* **What needs to be done**: Take each line of the data that contains the string "error" and copy it.
Segment Open
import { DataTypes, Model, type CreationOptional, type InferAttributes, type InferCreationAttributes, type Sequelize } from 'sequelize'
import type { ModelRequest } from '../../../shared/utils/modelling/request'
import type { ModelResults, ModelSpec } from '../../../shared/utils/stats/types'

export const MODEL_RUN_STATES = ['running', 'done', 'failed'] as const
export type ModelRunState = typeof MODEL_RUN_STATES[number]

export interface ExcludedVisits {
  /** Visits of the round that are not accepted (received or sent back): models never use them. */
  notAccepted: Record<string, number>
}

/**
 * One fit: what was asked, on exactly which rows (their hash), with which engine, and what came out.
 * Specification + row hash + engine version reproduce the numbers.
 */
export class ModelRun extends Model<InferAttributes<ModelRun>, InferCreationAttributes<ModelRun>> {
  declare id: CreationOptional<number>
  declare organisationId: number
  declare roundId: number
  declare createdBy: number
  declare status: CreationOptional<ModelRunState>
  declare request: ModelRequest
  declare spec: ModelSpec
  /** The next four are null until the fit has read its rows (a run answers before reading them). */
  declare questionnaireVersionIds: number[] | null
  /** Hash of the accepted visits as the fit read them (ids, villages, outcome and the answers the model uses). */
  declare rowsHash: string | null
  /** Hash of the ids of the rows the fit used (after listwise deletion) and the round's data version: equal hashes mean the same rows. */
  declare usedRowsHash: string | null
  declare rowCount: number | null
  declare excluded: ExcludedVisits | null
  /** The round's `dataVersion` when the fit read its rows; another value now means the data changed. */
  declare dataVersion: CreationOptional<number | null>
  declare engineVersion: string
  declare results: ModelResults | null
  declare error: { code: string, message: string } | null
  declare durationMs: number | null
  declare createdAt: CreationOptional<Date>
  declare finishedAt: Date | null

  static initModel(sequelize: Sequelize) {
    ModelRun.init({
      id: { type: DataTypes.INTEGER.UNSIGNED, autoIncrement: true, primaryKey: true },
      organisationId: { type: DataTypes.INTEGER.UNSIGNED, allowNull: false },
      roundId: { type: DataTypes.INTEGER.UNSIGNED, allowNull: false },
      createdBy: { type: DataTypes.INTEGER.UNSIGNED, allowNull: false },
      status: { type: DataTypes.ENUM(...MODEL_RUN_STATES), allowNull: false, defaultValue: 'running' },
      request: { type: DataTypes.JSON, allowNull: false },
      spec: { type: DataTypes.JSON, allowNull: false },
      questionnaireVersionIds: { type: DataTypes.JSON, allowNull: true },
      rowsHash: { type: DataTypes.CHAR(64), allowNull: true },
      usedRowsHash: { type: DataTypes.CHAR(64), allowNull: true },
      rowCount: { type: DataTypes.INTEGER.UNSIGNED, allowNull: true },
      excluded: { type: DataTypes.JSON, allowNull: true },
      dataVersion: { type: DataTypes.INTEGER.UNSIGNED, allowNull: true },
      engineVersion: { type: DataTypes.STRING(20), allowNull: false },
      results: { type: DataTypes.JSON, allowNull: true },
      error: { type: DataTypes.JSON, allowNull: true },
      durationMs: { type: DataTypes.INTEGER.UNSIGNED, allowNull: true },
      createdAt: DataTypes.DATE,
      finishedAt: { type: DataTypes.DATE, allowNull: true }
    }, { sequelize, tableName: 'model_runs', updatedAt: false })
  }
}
Segment Closed
* **Exercise result**:
  declare error: { code: string, message: string } | null
      error: { type: DataTypes.JSON, allowNull: true },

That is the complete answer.